After Mazarin's death Louis will have no more of that. He becomes his own principal minister, directly controlling every aspect of state policy. Colbert and other colleagues in government are merely the king's loyal servants.

It is probable that Louis never said L'État c'est moi ("the State is myself"), traditionally quoted as part of an address in 1655 to the Paris parlement (the powers of which he subsequently restricts). But even if apocryphal, the statement reflects Louis' concept of his kingly role.

Moreover the state which he personifies is one which he strives ceaselessly to make more powerful and more spectacular. His ambitions are seen in the palace which he creates at Versailles from 1664, and in the series of aggressive military campaigns with which he attempts to enlarge France's borders. His great projects leave the kingdom bankrupt at the end of a long reign. But in the scale of their ambition they are magnificent.


A party at Vaux-le Vicomte: 1661

In August 1661, five months after the death of Mazarin, Louis XIV is the guest of honour at a festivity presented by Nicolas Fouquet - the minister entrusted by Mazarin with the finance department. The event takes place at the superb palace of Vaux-le-Vicomte, near Melun, built by Fouquet over the previous five years as his personal residence.

With Le Vau as the architect, Le Brun designing the interiors and Le Nôtre in charge of the spectacular gardens, Vaux-le-Vicomte is one of the great French baroque palaces. The king does not like what he sees. Or rather he likes it very much indeed - but not in the hands of one of his subjects.

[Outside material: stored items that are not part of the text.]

def _read_packages(
    path: Path,
    rules: Mapping[str, CourtyardRule],
    grid: float,
    families: tuple[PackageFamily, ...],
) -> tuple[tuple[Package, ...], tuple[PackageInfo, ...]]:
    header_line, header, rows = _csv_rows(path)
    if tuple(header) != PACKAGE_COLUMNS:
        missing = [c for c in PACKAGE_COLUMNS if c not in header]
        extra = [c for c in header if c not in PACKAGE_COLUMNS]
        detail = []
        if missing:
            detail.append("missing " + ", ".join(missing))
        if extra:
            detail.append("unknown " + ", ".join(extra))
        if not detail:
            detail.append("columns out of order")
        raise LibraryError(
            str(path),
            f"header must be {','.join(PACKAGE_COLUMNS)} ({'; '.join(detail)})",
            line=header_line,
        )
    seen: dict[str, tuple[str, int]] = {}  # casefold name -> (package, line)
    seen_compact: dict[str, tuple[str, int]] = {}
    packages: list[Package] = []
    infos: list[PackageInfo] = []
    for line, cells in rows:
        if len(cells) != len(PACKAGE_COLUMNS):
            raise LibraryError(
                str(path),
                f"row has {len(cells)} fields, expected {len(PACKAGE_COLUMNS)}",
                line=line,
            )
        row = dict(zip(PACKAGE_COLUMNS, cells))
        name = row["name"]
        if not _NAME_RE.match(name):
            raise LibraryError(str(path), f"bad package name '{name}'", line=line, key="name")
        aliases = tuple(row["aliases"].split())
        for n in (name,) + aliases:
            col = "name" if n == name else "aliases"
            if not _NAME_RE.match(n):
                raise LibraryError(str(path), f"bad alias '{n}'", line=line, key=f"{name}.{col}")
            prev = seen.get(n.casefold())
            if prev is not None:
                raise LibraryError(
                    str(path),
                    f"'{n}' is already used by package {prev[0]} (line {prev[1]})",
                    line=line,
                    key=f"{name}.{col}",
                )
            prev_c = seen_compact.get(_compact(n))
            if prev_c is not None and prev_c[0] != name:
                raise LibraryError(
                    str(path),
                    f"'{n}' differs from a name of package {prev_c[0]} (line {prev_c[1]}) "
                    "only in '-', '_' or spaces",
                    line=line,
                    key=f"{name}.{col}",
                )
            for fam in families:
                if fam.match(n) is not None:
                    raise LibraryError(
                        str(path),
                        f"'{n}' has the form of family {fam.name} from {FAMILIES_FILE}",
                        line=line,
                        key=f"{name}.{col}",
                    )
            seen[n.casefold()] = (name, line)
            seen_compact.setdefault(_compact(n), (name, line))
        family = row["family"]
        if not _TOKEN_RE.match(family):
            raise LibraryError(
                str(path), f"bad family '{family}' (lower-case word)", line=line,
                key=f"{name}.family",
            )
        dims = {c: _csv_number(row[c], path, line, f"{name}.{c}") for c in _DIMENSIONS}
        dims["pitch_mm"] = _csv_number(row["pitch_mm"], path, line, f"{name}.pitch_mm",
                                       strict=False)
        pc_text = row["pin_count"]
        if not pc_text.isdigit() or int(pc_text) < 1:
            raise LibraryError(
                str(path), f"pin_count must be a whole number of at least 1, got '{pc_text}'",
                line=line, key=f"{name}.pin_count",
            )
        cls = row["courtyard_class"]
        if cls not in rules:
            raise LibraryError(
                str(path),
                f"unknown courtyard class '{cls}' (known in {COURTYARD_FILE}: "
                f"{', '.join(sorted(rules))})",
                line=line,
                key=f"{name}.courtyard_class",
            )
        for c in ("source", "land_basis", "height_basis"):
            if not row[c]:
                raise LibraryError(str(path), f"{c} must not be empty", line=line,
                                   key=f"{name}.{c}")
        rule = rules[cls]
        packages.append(
            _make_package(
                name=name,
                aliases=aliases,
                family=family,
                dims=dims,
                pin_count=int(pc_text),
                source=row["source"],
                rule=rule,
                grid=grid,
            )
        )
        infos.append(
            PackageInfo(
                name=name,
                family=family,
                courtyard_class=cls,
                source=row["source"],
                land_basis=row["land_basis"],
                height_basis=row["height_basis"],
                excess=tuple((lv, rule.excess(lv)) for lv in LEVELS),
            )
        )
    if not packages:
        raise LibraryError(str(path), "no packages listed")
    return tuple(packages), tuple(infos)
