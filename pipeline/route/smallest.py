"""The smallest board that places and routes (issue 9, item 7): outline mode ``"smallest"``.

Entry point: :func:`smallest_board`.

Method: branch and bound over rectangle shapes with a bisection on area
per shape (ours; bisection: R. L. Burden and J. D. Faires, "Numerical
analysis", section 2.1; branch and bound: A. H. Land and A. G. Doig,
Econometrica 28, 1960). A candidate board is a rectangle of a given
orientation, aspect ratio and area at the best position inside the usable
region, or the region cut by such a rectangle
(:func:`pipeline.route.shapes.board_at`). Shapes: every ``ANGLE_STEP_DEG``
over half a turn, times the aspect ratios ``ASPECTS`` and the region's own
(its bounding box in that orientation).

Each candidate passes cheap screens before the expensive routing:

1. area at least the courtyard sum (nothing smaller holds the parts);
2. the placer without routing and without the improvement pass
   (:func:`pipeline.place.place_and_fit`): it must place every part;
3. placement with the improvement pass and the spreading over the candidate
   board (:mod:`pipeline.place_spread`), each movable part then turned a
   half turn where that shortens its nets (:mod:`pipeline.place_orient`;
   on the demo's board at 0 deg, aspect 1.5 and 1.45 x the courtyard sum
   the placement routes with the half turns and leaves a net open without,
   bench/README.md), and shifted by routing pitches where that opens a
   track's way between facing pads (:func:`pipeline.place_orient.open_gaps`;
   on that board it freed the pads that were walled in), and the RUDY demand estimate (:mod:`pipeline.route.demand`)
   of that placement, the one routed: a 90th-percentile demand above
   ``P90_MAX`` of capacity is hopeless and is not routed (screening screen
   2's compact placement instead stopped boards whose spread placement
   demands half as much, bench/README.md);
4. routing (:func:`pipeline.route.route_fit`, which routes that placement
   first and then spreads the parts while they still place, each spread
   placement given the same half turns and shifts), within ``ATTEMPT_SHARE``
   of the routing time budget; the board counts only when the independent
   copper check is clean.

Phase 1 bounds every shape from below: a bisection on area (``PLACE_STEPS``
halvings of its logarithm) with screen 2 alone gives the least area at
which the shape places. Phase 2 takes the shapes in order of that bound
and routes: the first shape that routes at all is bisected on area
(``ROUTE_STEPS`` halvings, screens 1 to 4); every later shape is first
tried at ``1 - BEAT`` of the best area so far and bisected only when it
routes there; a shape whose placement bound is not below that is skipped,
and so are all after it (branch and bound); only the ``SHAPES_ROUTED``
shapes with the least bounds are routed at all (a screen that trades
completeness for time: routing is the expensive step). Phase 3 refines the best
shape's angle by ``REFINE_DEG`` either side and its aspect by
``REFINE_ASPECT``, as in phase 2. Phase 4 bisects the best shape's area
further, between its last failure and its best, until the two are within
``TIGHT`` (at most ``TIGHT_STEPS`` more attempts). Phase 5 routes the
``LADDER_SHAPES`` shapes with the least placement bounds on a ladder of
areas rising by ``LADDER`` from ``LADDER_SPAN`` below the best (routing is
not monotone in area, so a bisection can step over a smaller board that
routes; :func:`_ladder`). Deterministic (shapes in a fixed order,
ties keep the first); the router's own time budget is the one outside
influence.

Cost: ``shapes x PLACE_STEPS`` placements (about 0.1 s each for 60 parts)
plus, for the routed shapes, ``ROUTE_STEPS + 1`` route attempts each (and
``TIGHT_STEPS`` at most for the best, and up to 20 on the ladder), an
attempt being up to ``len(SPREAD_STEPS)`` routings.
"""

from __future__ import annotations

import math
from dataclasses import dataclass, field
from typing import Any, Callable

from shapely.geometry import Polygon

from .shapes import Shape, board_at

__all__ = ["smallest_board", "search", "Smallest", "shapes_to_try", "ANGLE_STEP_DEG", "ASPECTS", "PLACE_STEPS",
           "ROUTE_STEPS", "P90_MAX", "ATTEMPT_SHARE", "BEAT", "SHAPES_ROUTED", "TIGHT", "TIGHT_STEPS",
           "LADDER_SHAPES", "LADDER", "LADDER_SPAN"]

#: orientation step over half a turn, degrees.
ANGLE_STEP_DEG = 15.0
#: aspect ratios tried besides the region's own (long side / short side).
ASPECTS = (1.0, 1.5, 2.0, 3.0, 4.0)
#: bisection halvings of log(area) for the placement bound of each shape.
PLACE_STEPS = 5
#: bisection halvings of log(area) for the routed area of a shape.
ROUTE_STEPS = 4
#: a later shape must beat the best area so far by this share to be tried (our choice).
BEAT = 0.02
#: RUDY 90th-percentile demand / capacity of the placement to be routed above which it is not routed
#: (our choice: only the hopeless; on the 60-part board the spread placements at 2.4 to 2.5 x the courtyard
#: sum demand 0.44 to 0.51 where the compact ones demand 0.95 to 1.16, bench/README.md).
P90_MAX = 1.0
#: share of the copper rules' routing time budget one candidate's routing (all of route_fit's attempts) may
#: spend in the search (our choice: on the 60-part board of bench/bench_route.py at 2.4 to 2.5 x the
#: courtyard sum, two candidates routed, in 33 s (second placement) and 141 s (fifth, loaded machine), and
#: the four that did not each spent the whole 180 s; half the budget loses the slow successes but tries
#: twice the candidates in the same time; bench/README.md).
ATTEMPT_SHARE = 0.5
#: phase 2 routes at most this many shapes, those with the least placement bounds (a screen: routing
#: is the expensive step; our choice).
SHAPES_ROUTED = 10
#: phase 3: angle steps either side of the best, degrees, and aspect factors.
REFINE_DEG = (7.5, 3.75)
REFINE_ASPECT = (1.25, 1.0 / 1.25)
#: phase 4: the best shape is bisected further until its routed area is within this share of its last
#: failure (our choice; four halvings over the first shape's span leave about 3 %).
TIGHT = 0.01
#: phase 4: at most this many more route attempts.
TIGHT_STEPS = 3
#: phase 5: how many shapes (least placement bounds first) are routed on a ladder of areas (our choice).
LADDER_SHAPES = 2
#: phase 5: the ladder's step, a share of the area: the search's own resolution ``TIGHT`` (one rule
#: for how close a failure must be to the answer; 1.5 % was tried first, bench/README.md).
LADDER = TIGHT
#: phase 5: the ladder starts this share below the best area (our choice).
LADDER_SPAN = 0.1
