def _settings(design: Design, table: RawTable, st: StageType, items: Mapping[str, Any],
              byrole: Mapping[str, Part], options: Mapping[str, str],
              pin_nets: Mapping[tuple[str, str], Net]) -> tuple[list[tuple[str, float]], list[str]]:
    out: list[tuple[str, float]] = []
    notes: list[str] = []

    def given(k: str) -> float | None:
        return _volts(table, k, items[k], design) if k in items else None

    if st.name == "divider":
        vin = given("vin")
        if vin is None:
            n = _far_net(design, pin_nets, byrole["Rtop"].ref, byrole["Rbottom"].ref)
            vin = _net_volts(n) if n is not None else None
            if vin is not None:
                notes.append(f"vin = {_fmt(vin, 'V')} from net {n.name}")
        if vin is not None:
            out.append(("vin", vin))
    elif st.name == "led-resistor":
        if "vf" not in items:
            raise _err(table, "vf", "give the LED forward voltage, e.g. vf = \"2.0V\"")
        vf = given("vf")
        vcc = given("vcc")
        if vcc is None:
            n = _far_net(design, pin_nets, byrole["R"].ref, byrole["led"].ref)
            vcc = _net_volts(n) if n is not None else None
            if vcc is None:
                raise _err(table, "vcc", "no supply voltage: give vcc = \"3.3V\" or declare the "
                                         "voltage of the net at R's other end")
            notes.append(f"vcc = {_fmt(vcc, 'V')} from net {n.name}")
        vdrop = given("vdrop")
        if vdrop is None:
            vdrop = 0.0
            notes.append("the LED's return is taken as ground (vdrop = 0 V)")
        out += [("vcc", vcc), ("vf", vf), ("vdrop", vdrop)]
    elif st.name == "comparator-hysteresis":
        inverting = options["input"] == "inverting"
        oc = options["output"] == "open-collector"
        cache: dict[str, float] = {}

        def vcc() -> float:
            if "vcc" not in cache:
                v = given("vcc")
                if v is None and "amp" in byrole:
                    v = _amp_supply(design, pin_nets, byrole["amp"].ref)
                    if v is not None:
                        notes.append(f"vcc = {_fmt(v, 'V')} from {byrole['amp'].ref}'s supply net")
                if v is None:
                    raise _err(table, "vcc", "no supply voltage: give vcc = \"3.3V\", or name the "
                                             "comparator as amp with its supply net's voltage declared")
                cache["vcc"] = v
            return cache["vcc"]

        has_div = "Rtop" in byrole
        if "vref" in items and (inverting or has_div):
            raise _err(table, "vref", "vref is the inverting input's voltage when there is no Rtop; "
                                      "with a reference divider give vtop")
        if "vtop" in items and not has_div:
            raise _err(table, "vtop", "vtop is the voltage Rtop hangs from; there is no Rtop")
        if has_div:
            vt = given("vtop")
            out.append(("vtop", vcc() if vt is None else vt))
        else:
            vr = given("vref")
            if vr is None:
                raise _err(table, "vref", "give the reference on the inverting input (vref = "
                                          "\"1.2V\") or a divider Rtop/Rbottom")
            out.append(("vref", vr))
        if oc:
            if "voh" in items:
                raise _err(table, "voh", "an open-collector output's high level is the pull-up "
                                         "supply: give vpull")
            vp = given("vpull")
            if vp is None:
                n = _far_net(design, pin_nets, byrole["Rpull"].ref, byrole["Rfb"].ref)
                vp = _net_volts(n) if n is not None else None
                if vp is not None and vp > 0:
                    notes.append(f"vpull = {_fmt(vp, 'V')} from net {n.name}")
                else:
                    vp = vcc()
                    notes.append(f"pull-up supply taken as vcc = {_fmt(vp, 'V')}")
            out.append(("vpull", vp))
        else:
            if "vpull" in items:
                raise _err(table, "vpull", "vpull applies to output = \"open-collector\"")
            voh = given("voh")
            if voh is None:
                voh = vcc()
                notes.append(f"output high level taken as vcc = {_fmt(voh, 'V')} (rail-to-rail)")
            out.append(("voh", voh))
        vol = given("vol")
        if vol is None:
            vol = 0.0
            notes.append("output low level taken as 0 V")
        out.append(("vol", vol))
        if "vcc" in cache:
            out.append(("vcc", cache["vcc"]))
    out.sort()
    return out, notes


# --------------------------------------------------------------------------
# Evaluation (vectorised over any array shape)
# --------------------------------------------------------------------------
def _evaluate(d: _Decl, v: Mapping[str, np.ndarray]) -> dict[str, np.ndarray]:
    s = dict(d.settings)
    t = d.stype.name
    with np.errstate(divide="ignore", invalid="ignore"):
        if t in ("sallen-key-lowpass", "sallen-key-highpass"):
            k = 1.0 + v["Ra"] / v["Rb"] if "Ra" in v else 1.0
            if t == "sallen-key-lowpass":
                return F.sallen_key_lowpass(v["R1"], v["R2"], v["Cf"], v["Cg"], k)
            return F.sallen_key_highpass(v["C1"], v["C2"], v["Rf"], v["Rg"], k)
        if t == "rc-lowpass":
            return F.rc_lowpass(v["R"], v["C"])
        if t == "rc-highpass":
            return F.rc_highpass(v["R"], v["C"])
        if t == "divider":
            return F.divider(v["Rtop"], v["Rbottom"], s.get("vin"))
        if t == "opamp-inverting":
            return F.opamp_inverting(v["Rin"], v["Rf"])
        if t == "opamp-noninverting":
            return F.opamp_noninverting(v["Rf"], v["Rg"])
        if t == "led-resistor":
            return F.led_resistor(v["R"], s["vcc"], s["vf"], s["vdrop"])
        if t == "comparator-hysteresis":
            oc = d.option("output") == "open-collector"
            voh = s["vpull"] if oc else s["voh"]
            rpull = v["Rpull"] if oc else None
            if d.option("input") == "inverting":
                return F.comparator_inverting(v["Rtop"], v["Rfb"], s["vtop"], voh, s["vol"],
                                              rbottom=v.get("Rbottom"), rpull=rpull)
            if "Rtop" in v:
                vref = s["vtop"] * v["Rbottom"] / (v["Rtop"] + v["Rbottom"])
            else:
                vref = s["vref"]
            return F.comparator_noninverting(v["Rin"], v["Rfb"], vref, voh, s["vol"], rpull=rpull)
    raise AssertionError(t)  # pragma: no cover - every type is handled above


def _eval_matrix(d: _Decl, m: np.ndarray) -> dict[str, np.ndarray]:
    """Figures for each row of ``m`` (columns: ``d.numeric`` order)."""
    figs = _evaluate(d, {r: m[..., i] for i, r in enumerate(d.numeric)})
    shape = m.shape[:-1]
    return {k: np.broadcast_to(np.asarray(v, dtype=float), shape) for k, v in figs.items()}


def _transfer(d: _Decl, m: np.ndarray) -> tuple[np.ndarray, np.ndarray]:
    v = {r: float(m[i]) for i, r in enumerate(d.numeric)}
    t = d.stype.name
    k = 1.0 + v["Ra"] / v["Rb"] if "Ra" in v else 1.0
    if t == "sallen-key-lowpass":
        return F.sallen_key_lowpass_tf(v["R1"], v["R2"], v["Cf"], v["Cg"], k)
    if t == "sallen-key-highpass":
        return F.sallen_key_highpass_tf(v["C1"], v["C2"], v["Rf"], v["Rg"], k)
    if t == "rc-lowpass":
        return F.rc_lowpass_tf(v["R"], v["C"])
    return F.rc_highpass_tf(v["R"], v["C"])


def _corner_matrix(d: _Decl) -> np.ndarray:
    signs = F.corner_signs(len(d.numeric))
    return d.values * (1.0 + signs * d.tols)


def _mc_matrix(d: _Decl, draws: int, seed: int) -> np.ndarray:
    rng = np.random.default_rng(seed)
    return d.values * (1.0 + F.uniform_factors(rng, draws, len(d.numeric)) * d.tols)


def stage_samples(design: Design, table: RawTable, *, draws: int = 10000, seed: int = 1
                  ) -> dict[str, np.ndarray]:
    """The Monte Carlo builds of one declared stage: figure name -> ``(draws,)`` array.

    Each part's value is ``v (1 + u t)`` with ``u`` uniform on [-1, 1]
    (``numpy.random.default_rng(seed)``), independent per part, ``t`` its
    tolerance. :func:`analyse_stages` summarises exactly these samples.
    """
    d = _declare(design, table, _pin_nets(design))
    return _eval_matrix(d, _mc_matrix(d, draws, seed))


# --------------------------------------------------------------------------
# Retune
# --------------------------------------------------------------------------
def _series_grid(series: str, lo: float, hi: float) -> np.ndarray:
    g = np.asarray(_values.series_values(series, lo, hi), dtype=float)
    return np.unique(g[np.isfinite(g) & (g > 0)])


def _score(d: _Decl, figs: Mapping[str, np.ndarray], holds: Mapping[str, float]
           ) -> tuple[np.ndarray, np.ndarray, np.ndarray]:
    """(target error, total ranking score, passes) per candidate."""
    shape = next(iter(figs.values())).shape
    err = np.zeros(shape)
    ok = np.ones(shape, dtype=bool)
    for t in d.targets:
        x = figs[t.figure]
        e = ((x - t.aim) / t.half) ** 2
        err = err + np.where(np.isfinite(e), e, np.inf)
        ok &= t.contains(x)
    total = err.copy()
    for name, v in holds.items():
        e = ((figs[name] - v) / (_HOLD_BAND * abs(v))) ** 2
        total = total + np.where(np.isfinite(e), e, 1e6)
    return err, total, ok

Much as Hampton Court harmed Wolsey in the eyes of Henry VIII, Vaux-le-Vicomte seals the fate of Fouquet. The palace itself, with the lavishness of the entertainment, convinces the king that so much wealth can only be ill-gotten. Fouquet is arrested in September and is tried for embezzlement. Colbert plays a perfidious role in the proceedings, suppressing all documents favourable to Fouquet's case and thus safeguarding his own new role as finance minister.

Fouquet is sentenced to life imprisonment, while Louis goes one stage better than Vaux-le-Vicomte on his own account. In 1664 Fouquet's architect, Le Vau, is commissioned to rebuild the royal lodge at Versailles. Le Brun will do the interiors, and Le Nôtre the gardens.


Versailles: 1664-1715

In his palace at Versailles, constructed between 1664 and 1710, Louis XIV creates an architectural symbol of absolute rule. The vast symmetrical building (sufficiently complete by 1682 to become the permanent home of the French court) has at its centre a superb piece of theatre - the great Galerie des Glaces (Hall of Mirrors), designed in 1678 by Jules Hardouin-Mansart (the royal architect after the death of Le Vau in 1670).

Here, where Louis sits in state to receive important visitors, the mirrored walls reflect back and forth the splendour of the occasion. On the ceiling above, as if in the heavens, paintings by Le Brun remind the viewer of glorious moments in the king's life.

Some 3000 courtiers live at Versailles, jostling for the king's attention and favours. Status, ever liable to change, is made starkly visible in the details of court ritual. Every part of the king's day is a performance - getting up (the lever), eating (the couvert), going to bed (the coucher). To be allowed to watch him on any such occasion is a privilege, to sit on a stool in his presence a high honour, to be promoted to a chair almost unbearably exciting.

The regulations for those not in his presence constantly emphasize his divine status. It is compulsory to bend the knee to a table laid for the king's meal - and even to the royal chamber pot on its way to be emptied.

Outside the building the great vistas of Le Nôtre's gardens develop the same theme. Seen from the palace each perspective recedes towards infinity, while the gardens become more natural with increasing distance; seen from outside every path leads back towards the king at the formal centre.

These vistas sparkle with light and water, as the many hundreds of fountains designed by Le Nôtre play over sculptured groups praising the king by various allegorial means. And finally - one of their most important purposes - the gardens make the perfect setting for the spectacular fêtes de Versailles, celebrating the greatness of France and of Louis in pageant form.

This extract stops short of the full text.